Get The Latest DFIR News

Join the Forensic Focus newsletter for the best DFIR articles in your inbox every month.

Unsubscribe any time. We respect your privacy - read our privacy policy.


And there’s also a German case where text messages and emails were falsified. I cannot tell you any names because of the German legal system, but I was involved in the forensic analysis and they tried to actually tamper digital evidence so that the police would come to a wrong conclusion.

Okay, so therefore we at the FAU, we think that it’s important to study the nature of digital evidence tampering and to study how tampered data can be detected. And since we are interested in successful forgeries and how to detect them, we cannot study this in the real world because we wouldn’t be able to notice a good forgery.

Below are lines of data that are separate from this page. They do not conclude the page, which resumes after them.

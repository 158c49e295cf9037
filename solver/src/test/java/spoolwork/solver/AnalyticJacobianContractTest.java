package spoolwork.solver;

import static org.junit.jupiter.api.Assertions.assertTrue;

import java.util.ArrayList;
import java.util.List;
import java.util.Random;

import org.junit.jupiter.api.Test;

import spoolwork.model.ActuatorState;
import spoolwork.model.ActuatorState.LoadKind;
import spoolwork.model.ActuatorState.Mode;
import spoolwork.model.Circuit;
import spoolwork.model.ComponentType;
import spoolwork.model.OperatingState;
import spoolwork.model.netlist.Netlist;
import spoolwork.solver.elements.Network;
import spoolwork.solver.sample.CircuitGenerator;

/**
 * Every element's analytic derivatives match central finite differences of its residuals, at points
 * scattered around the solution (away from the measure-zero kinks of the complementarity functions).
 */
class AnalyticJacobianContractTest {

    /** A circuit holding every kind of element the solver stamps. */
    static Circuit everyElement() {
        return new CircuitBuilder()
                .add("T1", ComponentType.RESERVOIR)
                .add("M1", ComponentType.PRIME_MOVER)
                .add("P1", ComponentType.FIXED_PUMP)
                .add("P2", ComponentType.COMPENSATED_PUMP, "compensator_setting", 120e5)
                .add("V1", ComponentType.RELIEF_VALVE, "cracking_pressure", 140e5)
                .add("R1", ComponentType.REDUCING_VALVE)
                .add("S1", ComponentType.SEQUENCE_VALVE)
                .add("B1", ComponentType.COUNTERBALANCE_VALVE)
                .add("K1", ComponentType.CHECK_VALVE)
                .add("K2", ComponentType.PILOT_CHECK_VALVE)
                .add("O1", ComponentType.ORIFICE)
                .add("O2", ComponentType.THROTTLE)
                .add("F1", ComponentType.FLOW_CONTROL)
                .add("D1", ComponentType.DIRECTIONAL_4_3, "centre", "tandem")
                .add("D2", ComponentType.DIRECTIONAL_3_2)
                .add("D3", ComponentType.DIRECTIONAL_2_2)
                .add("D4", ComponentType.DIRECTIONAL_4_2)
                .add("C1", ComponentType.DOUBLE_ACTING_CYLINDER, "friction", 300.0)
                .add("C2", ComponentType.SINGLE_ACTING_CYLINDER)
                .add("C3", ComponentType.DOUBLE_ROD_CYLINDER)
                .add("H1", ComponentType.HYDRAULIC_MOTOR)
                .add("A1", ComponentType.ACCUMULATOR)
                .add("X1", ComponentType.FILTER)
                .add("X2", ComponentType.COOLER)
                .add("G1", ComponentType.PRESSURE_GAUGE)
                .add("Q1", ComponentType.FLOW_METER)
                .junction("J1").junction("J2")
                .shaft("M1.shaft", "P1.shaft")
                .ideal("T1.S", "P1.S").ideal("T1.S", "P2.S").ideal("P2.L", "T1.T")
                .line("l1", "P1.P", "J1", 0.012, 2).ideal("P2.P", "J1")
                .ideal("J1", "V1.P").ideal("V1.T", "J2").line("l2", "J2", "X2.A", 0.02, 1).ideal("X2.B", "X1.A")
                .ideal("X1.B", "T1.T")
                .ideal("J1", "D1.P").ideal("D1.T", "J2").line("l3", "D1.A", "B1.B", 0.01, 3)
                .ideal("B1.A", "C1.B").ideal("D1.B", "K2.A").ideal("K2.B", "C1.A").ideal("B1.X", "D1.B")
                .ideal("K2.X", "D1.A")
                .ideal("J1", "R1.P").ideal("R1.A", "D2.P").ideal("D2.T", "J2").ideal("D2.A", "C2.A")
                .ideal("R1.Y", "T1.T")
                .ideal("J1", "S1.P").ideal("S1.A", "O1.A").ideal("O1.B", "J2").ideal("S1.Y", "T1.T")
                .ideal("J1", "D3.P").ideal("D3.A", "F1.A").ideal("F1.B", "Q1.A").ideal("Q1.B", "H1.A")
                .ideal("H1.B", "O2.A").ideal("O2.B", "J2")
                .ideal("J1", "D4.P").ideal("D4.T", "J2").ideal("D4.A", "K1.A").ideal("K1.B", "C3.A")
                .ideal("D4.B", "C3.B")
                .ideal("J1", "A1.P").ideal("J1", "G1.P")
                .build(OperatingState.named("Mixed").withPosition("D1", "a").withPosition("D2", "a")
                        .withPosition("D3", "a")
                        .withActuator("C1", new ActuatorState(Mode.FREE, LoadKind.CONSTANT, -3000))
                        .withActuator("C2", new ActuatorState(Mode.FREE, LoadKind.RESISTIVE, 2000))
                        .withActuator("C3", new ActuatorState(Mode.HELD_RETRACTED, LoadKind.CONSTANT, 1000))
                        .withActuator("H1", new ActuatorState(Mode.FREE, LoadKind.RESISTIVE, 20)));
    }

    static double[][] jacobian(Network net, double[] x) {
        int n = net.size();
        double[][] j = new double[n][n];
        // each complementarity row takes the side that is the smaller at x, so its row is the derivative of
        // min(a, b) there (away from ties)
        net.beginRun();
        net.evaluate(x, new double[n], (r, c, v) -> j[r][c] += v);
        return j;
    }

    static void check(Circuit c, long seed) {
        OperatingState st = c.states().get(0);
        Netlist nl = new Netlist(c, st);
        CircuitEquations eq = new CircuitEquations(c, st, nl, SolverOptions.defaults());
        Network net = eq.net;
        int n = net.size();
        Solution sol = new SteadyStateSolver().solve(c, st);
        assertTrue(sol.converged(), "the check circuit solves: " + sol.diagnostics());
        double[] base = spoolwork.solver.numeric.NewtonAccess.solve(net);
        Random rnd = new Random(seed);
        List<String> bad = new ArrayList<>();
        for (int trial = 0; trial < 6; trial++) {
            double[] x = base.clone();
            for (int i = 0; i < n; i++) {
                x[i] += net.unknownScale(i) * 0.05 * rnd.nextGaussian() + Math.abs(x[i]) * 0.05 * rnd.nextGaussian();
            }
            double[][] ja = jacobian(net, x);
            double[] fp = new double[n];
            double[] fm = new double[n];
            for (int col = 0; col < n; col++) {
                double h = 1e-6 * net.unknownScale(col);
                double keep = x[col];
                x[col] = keep + h;
                net.evaluate(x, fp, null);
                x[col] = keep - h;
                net.evaluate(x, fm, null);
                x[col] = keep;
                for (int row = 0; row < n; row++) {
                    double fd = (fp[row] - fm[row]) / (2 * h);
                    double scale = net.unknownScale(col) / net.rowScale(row);
                    double a = ja[row][col] * scale;
                    double d = fd * scale;
                    if (Math.abs(a - d) > 1e-5 + 1e-4 * Math.max(Math.abs(a), Math.abs(d))) {
                        bad.add(net.owner(row) + " row " + row + " / " + net.owner(col) + " col " + col + ": analytic "
                                + a + " vs difference " + d);
                    }
                }
            }
        }
        assertTrue(bad.isEmpty(), () -> bad.size() + " mismatches, first: " + bad.subList(0, Math.min(8, bad.size())));
    }

    @Test
    void everyElementTypeMatchesFiniteDifferences() {
        check(everyElement(), 1);
    }

    @Test
    void generatedCircuitsMatchFiniteDifferences() {
        for (int seed = 0; seed < 20; seed++) {
            check(CircuitGenerator.generate(20, seed), seed);
        }
    }
}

So the best way we can study this is currently to conduct controlled experiments. And we did that in the past. We conducted three studies with seven experiments so far, and in our last study one of the experiments failed, so we had to repeat it, and the second try also failed. And we were wondering, “Why? Why could that happen? We put so much thought into these experiments.”

So, and therefore we revisited our past studies and experiments; we examined the different task descriptions, the participants; how the studies were conducted; we analyzed the factors influencing their experiments and their success; and we derived three lessons learned, which we want to share with you guys in case you want to do some experiments on evidence tampering in the future.

Okay, let’s have a look at past studies. And the first thing I want to show you is the studies’ design, and the study design was similar for all three studies we conducted.

There is always a tampering part and a detection part which is conducted with students. And this is depicted in green here. And in some studies, actually in two studies, we had an optional part C, which was only a detection experiment, but yes, I said it was only in two of the studies.

And in part A of the experiment, as I said, it’s done by students and they were given an image which they had to manipulate in such a way that the tampering task was fulfilled. And after the tampering, the forgeries created through part A, together with some unmanipulated images which we call originals are used to create an image pool.

And this image pool is used in part B of the experiment, and from this image pool, the participants of part B, they are given one or more images from the pool which they have to analyze and then decide whether it’s an original or a forgery.

And in part C it is done by teams of professionals which received a series of images and also had to decide on each image if it’s an original or forgery. And in every part of the experiment we recorded the experienced motivation and the time effort.

Okay, just to give you an example of how these tampering tasks look like, this is an actual tampering task from 2016, from the first experiment we’ve conducted. And actually I was a student at this time and participated in the experiment as a student.

So I know both sides. And let me tell you this, it’s fun on both sides as a student and as a researcher, it’s fun. This is another task from 2019. And the difference is maybe some of you recognized in 2016, the students had to add evidence in 2019 which we had to repeat, the students had to remove evidence.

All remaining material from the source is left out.